Coincidently, FTAV posted a good "petrodollar" article today for anyone interested (article is free but might need a free account to read it): https://www.ft.com/content/a65efb54-306b-49ad-9920-40d59b195...

  • Wow, this is a great share. I am regular reader of FTAV. I highly recommend it to others here.

    I like this part:

        > One big flaw in their argument is that the petrodollar isn’t nearly as big a factor in the global dollar ecosystem as it used to be
    

    And:

        > A proper grasp of the events in question suggests that the ballyhoo over the petrodollar’s alleged imperilment will prove to be just the latest in a series of false alarms about the dollar’s status atop the world’s currency hierarchy.
    

    A lot of online armchair analysts miss the fact that the Euro is just as important as the US Dollar in global trade. The Eurozone has a combined GDP of about two thirds of the US. That is huge! And they Eurozone does lots of trade with countries outside the Eurozone, so the Euro is a vital part of the global economy. The number one forex pair globally is EUR/USD. It is trivial to convert between the two (tight spreads, giant order capacity), so buyers and sellers are fine with either.

It does seem like the petrodollar is coming to an end. Even if we wanted to keep killing/abducting the leader of every tiny oil nation shortly after the decide to sell oil in another currency (like we did to Iraq, Libya, and Venezuela), bigger ones we can’t just do that to practically are going to start.

The writing is on the wall. It might take decades, but it’ll end.

Petrodollar discourse tends to annoy me because people tend to get cause and effect confused.

The dollar isn't strong because oil is traded in it. Oil is traded in dollars because the dollar is strong. What makes the dollar strong? The US military and, at least up until now, the US essentially guaranteeing global maritime trade. Oh and the US also being the world's arms dealer.
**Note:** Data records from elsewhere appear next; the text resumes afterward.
import { MATERIAL_SOURCES } from "@/lib/materials/sources";
import type { MaterialEntry } from "@/lib/materials/library";
import { formatNumberInput } from "@/lib/model/number-text";
import { CopyMaterial } from "./copy-material";

/** One library material: what it is, its ranges and windows, every value with its source, the references. */
export function MaterialCard({ material: m }: { material: MaterialEntry }) {
  const v = m.validity;
  return (
    <article aria-labelledby={`material-${m.id}`} className="rounded-lg border border-ink/15 bg-paper p-4">
      <header className="flex flex-wrap items-start justify-between gap-3">
        <div className="min-w-0">
          <h2 id={`material-${m.id}`} className="text-lg font-semibold">
            {m.name} <span className="font-normal text-ink-soft">· {m.formula}</span>
          </h2>
          <p className="text-sm text-ink-soft">{m.kind}</p>
          <p className="mt-2 max-w-3xl text-sm">{m.summary}</p>
        </div>
        <CopyMaterial materialId={m.id} materialName={m.name} />
      </header>
      <dl className="mt-3 grid gap-x-6 gap-y-1 text-sm sm:grid-cols-[auto_1fr]">
        <dt className="font-medium">Wavelength</dt>
        <dd>
          {v.wavelengthNm.min}–{v.wavelengthNm.max} nm — {v.notes.wavelength}
        </dd>
        <dt className="font-medium">Temperature</dt>
        <dd>
          {v.temperatureK.min}–{v.temperatureK.max} K — {v.notes.temperature}
        </dd>
        <dt className="font-medium">Field</dt>
        <dd>
          |B0| ≤ {v.fieldT.max} T — {v.notes.field}
        </dd>
        {m.windows.map((w) => (
          <Band key={`w${w.fromNm}`} label="Window" band={w} />
        ))}
        {m.avoid.map((w) => (
          <Band key={`a${w.fromNm}`} label="Avoid" band={w} />
        ))}
      </dl>
      <details className="mt-3">
        <summary className="cursor-pointer text-sm font-medium">Values and their sources</summary>
        <div className="mt-2 overflow-x-auto">
          <table className="w-full text-left text-sm">
            <thead>
              <tr className="border-b border-ink/10">
                <th scope="col" className="py-1 pr-4 font-medium">
                  Key
                </th>
                <th scope="col" className="py-1 pr-4 font-medium">
                  Value
                </th>
                <th scope="col" className="py-1 font-medium">
                  Source
                </th>
              </tr>
            </thead>
            <tbody>
              {Object.entries(m.params).map(([key, value]) => (
                <tr key={key} className="border-b border-ink/5 align-top">
                  <td className="py-1 pr-4 font-mono text-xs">{key}</td>
                  <td className="py-1 pr-4 tabular-nums">{showValue(value)}</td>
                  <td className="py-1">{m.valueSources[key]}</td>
                </tr>
              ))}
            </tbody>
          </table>
        </div>
      </details>
      <details className="mt-2">
        <summary className="cursor-pointer text-sm font-medium">References</summary>
        <ul className="mt-2 list-disc space-y-1 pl-5 text-sm">
          {m.sources.map((id) => {
            const s = MATERIAL_SOURCES[id];
            return (
              <li key={id}>
                <span className="font-mono text-xs">[{id}]</span> {s.citation}
                {"seenIn" in s ? <span className="text-ink-soft"> (seen in: {s.seenIn})</span> : null}
              </li>
            );
          })}
        </ul>
      </details>
    </article>
  );
}

function Band({ label, band }: { label: string; band: MaterialEntry["windows"][number] }) {
  return (
    <>
      <dt className="font-medium">{label}</dt>
      <dd>
        {band.fromNm}–{band.toNm} nm — {band.note} ({band.sources.join(", ")})
      </dd>
    </>
  );
}

function showValue(value: unknown): string {
  if (typeof value === "number") return formatNumberInput(value);
  if (Array.isArray(value)) return `table of ${value.length} rows`;
  return String(value);
}
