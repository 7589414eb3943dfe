"""Report definitions drawn by Hypothesis, sent to the real app in-process.

Valid definitions must pass ``/v1/check`` (and a few must render); mutated ones must be refused
with a 4xx problem that says where (422 with ``errors[].path``), or else be accepted. Never a
5xx, never a request past ``REQUEST_TIMEOUT_S``. With ``wait=false`` the background job must reach
the same verdict as the check.
"""

from __future__ import annotations

import hashlib
import json
import time
from collections import Counter
from collections.abc import Iterator
from typing import Any

import httpx
import pytest
from fuzz_kit import REQUEST_TIMEOUT_S, Api, fuzz_settings, report
from hypothesis import given
from strategies import Json, Mutated, definitions, mutations

PROBLEM = "application/problem+json"

COUNTS: Counter[str] = Counter()
"""Cases sent per test and outcome, shown at the end of the module."""


@pytest.fixture(scope="module", autouse=True)
def _show_counts(request: pytest.FixtureRequest) -> Iterator[None]:
    yield
    total = sum(COUNTS.values())
    report(request.config, f"definition fuzz: {total} cases {dict(sorted(COUNTS.items()))}")


SCOPED = frozenset(
    {"huge_number", "non_finite_token", "non_finite_string", "outside_font", "right_to_left"}
)
"""Mutations whose refusal must name a place inside the part they struck."""


def _encode(definition: Json) -> bytes:
    return json.dumps(definition, ensure_ascii=False).encode()


def _chart_ids(definition: Json) -> set[str]:
    return {c["id"] for s in definition["sections"] for c in s.get("charts", [])}


def _table_ids(definition: Json) -> set[str]:
    return {t["id"] for s in definition["sections"] for t in s.get("tables", [])}


def assert_refusal_says_where(response: httpx.Response, mutated: Mutated | None = None) -> None:
    """A 4xx answer is a problem document; a 422 lists its problems, each with a path."""
    assert 400 <= response.status_code < 500, response.text
    assert response.headers["content-type"].startswith(PROBLEM), response.headers
    body = response.json()
    assert body["status"] == response.status_code
    assert body["code"]
    assert body["detail"]
    if response.status_code != 422:
        return
    errors = body.get("errors")
    assert errors, body
    for error in errors:
        assert isinstance(error["path"], str), error
        assert error["code"], error
        assert error["message"], error
    if mutated is not None and mutated.kind in SCOPED:
        scope = mutated.scope()
        assert any(e["path"].startswith(scope) for e in errors), (
            f"{mutated.kind} at {mutated.where}: no problem within {scope}: {errors}"
        )


@given(definition=definitions())
@fuzz_settings(40)
def test_valid_definitions_pass_the_check(api: Api, definition: Json) -> None:
    response = api.post_json("/v1/check", _encode(definition))
    COUNTS["valid /v1/check"] += 1
    assert response.status_code == 200, response.text
    body = response.json()
    assert body["report"] == definition["report"]["id"]
    # every chart is checked; a table is checked where a table check can fail for it
    checked = {r["chart"] for r in body["checks"]}
    assert _chart_ids(definition) <= checked <= _chart_ids(definition) | _table_ids(definition)


@given(definition=definitions(max_charts=2))
@fuzz_settings(4)
def test_valid_definitions_render(api: Api, definition: Json) -> None:
    response = api.post_json("/v1/reports", _encode(definition))
    COUNTS["valid /v1/reports"] += 1
    assert response.status_code == 201, response.text
    pack = response.json()
    pdf = api.send("GET", f"/v1/reports/{pack['id']}/pdf")
    assert pdf.content.startswith(b"%PDF-")
    assert hashlib.sha256(pdf.content).hexdigest() == pack["pdf"]["sha256"]


@given(mutated=mutations())
@fuzz_settings(150)
def test_mutated_definitions_are_refused_with_paths_or_checked(api: Api, mutated: Mutated) -> None:
    response = api.post_json("/v1/check", mutated.body)
    COUNTS[f"mutated /v1/check {response.status_code}"] += 1
    if response.status_code == 200:
        assert response.json()["checks"], "an accepted definition is checked"
        return
    assert_refusal_says_where(response, mutated)


@given(mutated=mutations(definitions(max_charts=1)))
@fuzz_settings(6)
def test_mutated_definitions_are_refused_with_paths_or_rendered(api: Api, mutated: Mutated) -> None:
    response = api.post_json("/v1/reports", mutated.body)
    COUNTS[f"mutated /v1/reports {response.status_code}"] += 1
    if response.status_code == 201:
        assert response.json()["pdf"]["bytes"] > 0
        return
    assert_refusal_says_where(response, mutated)


def _finished(api: Api, location: str) -> dict[str, Any]:
    deadline = time.monotonic() + REQUEST_TIMEOUT_S
    while time.monotonic() < deadline:
        job: dict[str, Any] = api.send("GET", location).json()
        if job["status"] in ("done", "failed"):
            return job
        time.sleep(0.1)
    pytest.fail(f"the job {location} did not finish within {REQUEST_TIMEOUT_S:g} s")


@given(mutated=mutations(definitions(max_charts=1)))
@fuzz_settings(6)
def test_background_builds_reach_the_checks_verdict(api: Api, mutated: Mutated) -> None:
    checked = api.post_json("/v1/check", mutated.body)
    started = api.post_json("/v1/reports", mutated.body, params={"wait": "false"})
    COUNTS[f"mutated wait=false {checked.status_code}"] += 1
    assert started.status_code == 202, started.text
    job = _finished(api, started.headers["location"])
    if checked.status_code == 200:
        assert job["status"] == "done", job
        return
    assert job["status"] == "failed", job
    assert job["error"]["status"] == checked.status_code
    if checked.status_code == 422:
        paths = {e["path"] for e in job["error"]["errors"]}
        assert paths == {e["path"] for e in checked.json()["errors"]}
Why this is such a huge strategic blunder is because the US has proven itself unable to militarily open the Strait of Hormuz. This should surprise precisely no one. The Joint Chiefs knew it. The Intelligence community knew it.

Let me put this another way: you could make all oil trades in euros tomorrow and pretty much everyone would still hold dollars and convert to euros as needed. People don't understand this so you get silly conspiracy theories around, say, the Iraq War being started because Saddam Hussein was starting to trade oil in euros.

Let me give you a concrete example of this all in action. Iran has threatened to charge tolls to pass through the Strait and they wanted to be paid in crypto, largely to avoid having their funds frozen (as has already happened) because the US has that kind of control over the financial system. But that's still a problem because all US companies and any financial institution that wants to main access to the global financial system isn't legally allowed to trade with Iran, even in crypto. My point is that all of this could be traded in crypto and it wouldn't matter. The "petrodollar" would still rule.

  • You say "people tend to get cause and effect confused" and then unironically follow that up with:

    > What makes the dollar strong? The US military

    The US military and the dollar are strong because the US economy is strong.